Gustav es retratado como un director cuya concepción del cine ya pertenece a otra época. A la pregunta de si su film se mostrará en salas, solo puede quedarse estupefacto y responder: “¿Dónde si no?” Y quiere contratar a su viejo y fiel director de cámara, pero cuando lo visita se da cuenta de que este ya casi no puede mantenerse en pie. Esto encuentra una vía de escape cómica cuando Gustav le regala a su nieto dos DVDs: Uno de Irreversible (Gaspar Noé, 2002) y otro de La pianista (2001, Haneke). Y más allá de la inconveniencia de regalar dos películas tan extremadamente violentas a un niño está la ironía de que ellos ya ni siquiera tienen lector de DVDs para verlas.

También hay una referencia visual a Persona (Bergman, 1966), y de hecho el director sueco es la influencia más palpable a lo largo de la filmografía de Trier. Tanto por su introspección psicológica en personajes atormentados que atacan de forma abrupta, como por la abundancia de texto y primeros planos. De hecho, al principio del film hay un gag que consiste en espiar un psicoanálisis por una tubería, en homenaje a Otra mujer (Woody Allen, 1988), una rara avis en la filmografía del neoyorquino por su seriedad y tortura psicológicas, y reconocida por ser más que deudora de la cinematografía del director sueco.

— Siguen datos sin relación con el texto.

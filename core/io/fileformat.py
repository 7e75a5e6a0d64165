"""What the encoder and the decoder of the ``.towboard`` format share.

Every quantity in the file is a plain number in the unit its key names
(``bollard_pull_kN``, ``outline_m``, ``lead_deg``); directions people read are
bearings in degrees clockwise (relative to the hull, or true for headings and
conditions). docs/file-format.md describes the format.
"""

from __future__ import annotations

from typing import Any

from core.units import DisplayUnits, factor, filed

FORMAT_NAME = "towboard"


FORMAT_VERSION = 1


KN = 1000.0


KNOT = factor("speed", "kn")


Json = dict[str, Any]

#: The units the file's numbers are in, as display units: problems with a file's numbers
#: are phrased in these (``"-5.0 kN must be at least 0.980665 kN"``), whatever the user shows on screen.
FILE_UNITS = DisplayUnits(force="kN", moment="kN*m", length="m", speed="kn")

#: A tug's keys: those it must have, and those it may have.
TUG_REQUIRED = ("name", "bollard_pull_kN")
TUG_OPTIONAL = (
    "type",
    "role",
    "astern_pull_kN",
    "towing_point_height_m",
    "certificate_date",
    "towline_length_m",
    "towline_mbl_kN",
    "call_sign",
    "working_channel",
    "towline_warning_share_of_mbl",
    "capability",
    "headway",
)
#: A placement's keys (one of a stage's ``tugs``): those it must have, those it may have.
PLACEMENT_REQUIRED = ("tug", "hull", "point", "setting_percent")
PLACEMENT_OPTIONAL = (
    "lead_deg",
    "line_length_m",
    "push_angle_deg",
    "astern",
    "lead_sector_deg",
    "push_pull",
)


#: A number as the file writes it: 12 significant digits (core.units.filed).
num = filed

A partir de aquí el relato se aproxima a un final un tanto complaciente. Nora investiga sobre su abuela, comprende mejor la situación familiar y en paralelo el talento de su padre y su forma anticuada e imperfecta de amar tanto en la vida real como en sus películas.

El espacio mismo también juega en este doble sentido. La casa familiar es presentada con una narración que Nora escribió de niña. También es la casa donde Gustav nació y donde abandonó a su mujer y a sus hijas, y donde la madre de Gustav se suicidó traumatizada por las torturas nazis. Por otro lado, también es el escenario donde Gustav pretende rodar el biopic sobre su madre. Hecho que Nora y su hermana descubren cuando deciden venderla y regresan para recuperar aquellos objetos de valor sentimental.

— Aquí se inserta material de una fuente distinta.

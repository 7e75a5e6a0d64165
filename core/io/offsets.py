"""A symmetric hull's outline from a table of offsets: stations x and half-breadths.

The table is text with one station a row: x along the hull, then the half-breadth
(the distance from the centreline to the side, never negative). A first row of
names is optional (``x`` and ``half_breadth``, ``hb`` or ``y``, in any order, other
columns ignored); without one the first two columns are taken. A unit may follow the
x column's name (``x (mm)``, ``x_mm``, ``x [ft]``). Commas, semicolons or tabs
separate the columns; with semicolons a decimal comma is read too; lines starting
with ``#`` are comments.

The port side runs through the stations from aft to forward and the starboard side
back again, so the outline's area is twice the trapezoidal-rule integral of the
half-breadths over x.
"""

from __future__ import annotations

import csv
import itertools
import math
import re
from dataclasses import dataclass

from core.errors import DrawingError
from core.io.drawing_units import MAX_DRAWING_COORDINATE, metres_per_unit, read_coordinate
from core.io.dxf_outline import CHORD_ERROR_M
from core.io.outline_import import ImportedOutline, OutlinePlacement, place_outline
from core.io.paths import shown_row

X_NAMES = frozenset({"x", "station", "stations", "position"})
HB_NAMES = frozenset({"half_breadth", "halfbreadth", "hb", "y", "half_beam", "b/2"})
_UNIT_SUFFIX = re.compile(r"^(.*?)[\s_]*[\(\[]?\s*(mm|cm|m|in|ft)\s*[\)\]]?$")


@dataclass(frozen=True, slots=True)
class Offsets:
    """A table of offsets as read: stations (x, half-breadth) in file units, aft to forward
    as the file gives them, and the unit its header names (None if it names none)."""

    source: str
    stations: tuple[tuple[float, float], ...]
    units: str | None


def _name_and_unit(cell: str) -> tuple[str, str | None]:
    key = cell.strip().lower().replace("-", "_").replace(" ", "_")
    m = _UNIT_SUFFIX.match(key)
    if m and m.group(1):
        return m.group(1).strip("_"), m.group(2)
    return key, None


def _number(cell: str, decimal_comma: bool) -> float:
    text = cell.strip()
    if decimal_comma:
        text = text.replace(",", ".")
    return read_coordinate(float(text))


def read_offsets(text: str, source: str) -> Offsets:
    """Parse a table of offsets; raises DrawingError naming the line of a bad row."""
    lines = [(i, ln) for i, ln in enumerate(text.splitlines(), start=1)]
    rows = [(i, ln) for i, ln in lines if ln.strip() and not ln.lstrip().startswith("#")]
    if not rows:
        raise DrawingError(source, "holds no offsets")
    sample = "\n".join(ln for _, ln in rows[:20])
    delim = next((d for d in ("\t", ";", ",") if d in sample), ",")
    decimal_comma = delim == ";"
    cells = [(i, next(csv.reader([ln], delimiter=delim))) for i, ln in rows]
    xi, hi, units = 0, 1, None
    first_line, first = cells[0]
    try:
        _number(first[0], decimal_comma)
    except (ValueError, IndexError):
        names = [_name_and_unit(c) for c in first]
        keys = [n for n, _ in names]
        xi = next((k for k, n in enumerate(keys) if n in X_NAMES), -1)
        hi = next((k for k, n in enumerate(keys) if n in HB_NAMES), -1)
        if xi < 0 or hi < 0:
            raise DrawingError(
                source,
                "the first row names no x and half-breadth columns "
                f"(it has {shown_row(delim.join(c.strip() for c in first))})",
                line=first_line,
            ) from None
        units = names[xi][1] or names[hi][1]
        cells = cells[1:]
    stations: list[tuple[float, float]] = []
    for line, row in cells:
        try:
            x, hb = _number(row[xi], decimal_comma), _number(row[hi], decimal_comma)
        except (ValueError, IndexError):
            raise DrawingError(
                source, f"is not an x and a half-breadth: {shown_row(delim.join(row))}", line=line
            ) from None
        if not (math.isfinite(x) and math.isfinite(hb)):
            raise DrawingError(source, "x and half-breadth must be finite", line=line)
        if max(abs(x), abs(hb)) > MAX_DRAWING_COORDINATE:
            raise DrawingError(
                source,
                f"x and half-breadth must be at most {MAX_DRAWING_COORDINATE:g} from zero",
                line=line,
            )
        if hb < 0:
            raise DrawingError(source, f"half-breadth {hb:g} is negative", line=line)
        stations.append((x, hb))
    if len(stations) < 2:
        raise DrawingError(source, "needs at least two stations")
    steps = [b[0] - a[0] for a, b in itertools.pairwise(stations)]
    way = next((math.copysign(1.0, s) for s in steps if s != 0), 0.0)
    if way == 0.0:
        raise DrawingError(source, "every station has the same x")
    back = next((k for k, s in enumerate(steps) if s * way < 0), None)
    if back is not None:
        raise DrawingError(source, f"station x must run one way; station {back + 2} turns back")
    return Offsets(source, tuple(stations), units)


def offsets_outline(offsets: Offsets) -> list[tuple[float, float]]:
    """The closed outline through the stations, port side then starboard, file units."""
    st = list(offsets.stations)
    if st[-1][0] < st[0][0]:
        st.reverse()
    port = [(x, hb) for x, hb in st]
    starboard = [(x, -hb) for x, hb in reversed(st)]  # (x, -0.0) == (x, 0.0): ends once
    pts: list[tuple[float, float]] = []
    for p in port + starboard:
        if not pts or p != pts[-1]:
            pts.append(p)
    if len(pts) > 1 and pts[0] == pts[-1]:
        pts.pop()
    return pts


def import_offsets(
    text: str,
    source: str,
    units: str | None = None,
    x_aft: bool = False,
    reference: OutlinePlacement | None = None,
    chord_error_m: float = CHORD_ERROR_M,
) -> ImportedOutline:
    """The outline of a table of offsets in the hull frame.

    ``units`` overrides the unit the header names (metres when neither says);
    ``x_aft``: the table's x runs aft (stations numbered from the bow). ``reference``
    gives the reference point (its ``bow`` is set from ``x_aft``).
    """
    table = read_offsets(text, source)
    unit = units or table.units or "m"
    base = reference or OutlinePlacement()
    placement = OutlinePlacement("-x" if x_aft else "+x", False, base.reference, base.point)
    return place_outline(
        offsets_outline(table),
        metres_per_unit(unit),
        placement,
        chord_error_m,
        source=source,
        layer=None,
        units=unit,
    )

A pesar de que la mayoría de referencias cinematográficas tienen, como hemos visto, entre veinte o sesenta años de antigüedad, la forma expresiva se hace muy fresca y ligera para nuestra sensibilidad moderna. Las narraciones en off, la división en capítulos y la alternancia estilística entre escenas sólidas e impresionistas dan un ritmo muy flexible y sencillo de seguir, como ya cumplía su predecesora La peor persona del mundo, también con la versátil Renate Reinsve y Anders Danielsen Lie, actor fetiche de Trier. Aunque si bien Sentimental value plantea más capas de significado, temáticamente es algo más dispersa, quizá porque se ve en la obligación de detallar una herida para cada personaje, lo que alarga demasiado el metraje. Y en ocasiones se vuelve demasiado “evidente”, en el sentido de una psicología muy determinista, donde cada acción es una respuesta a un trauma concreto y conocido.

En definitiva, otra gran película del cada vez más aclamado director Joachim Trier, ganador esta vez del Gran Premio del Jurado en Cannes y Mejor Película de habla no inglesa en los BAFTA, entre otros. ¡Una apuesta segura para los Óscars!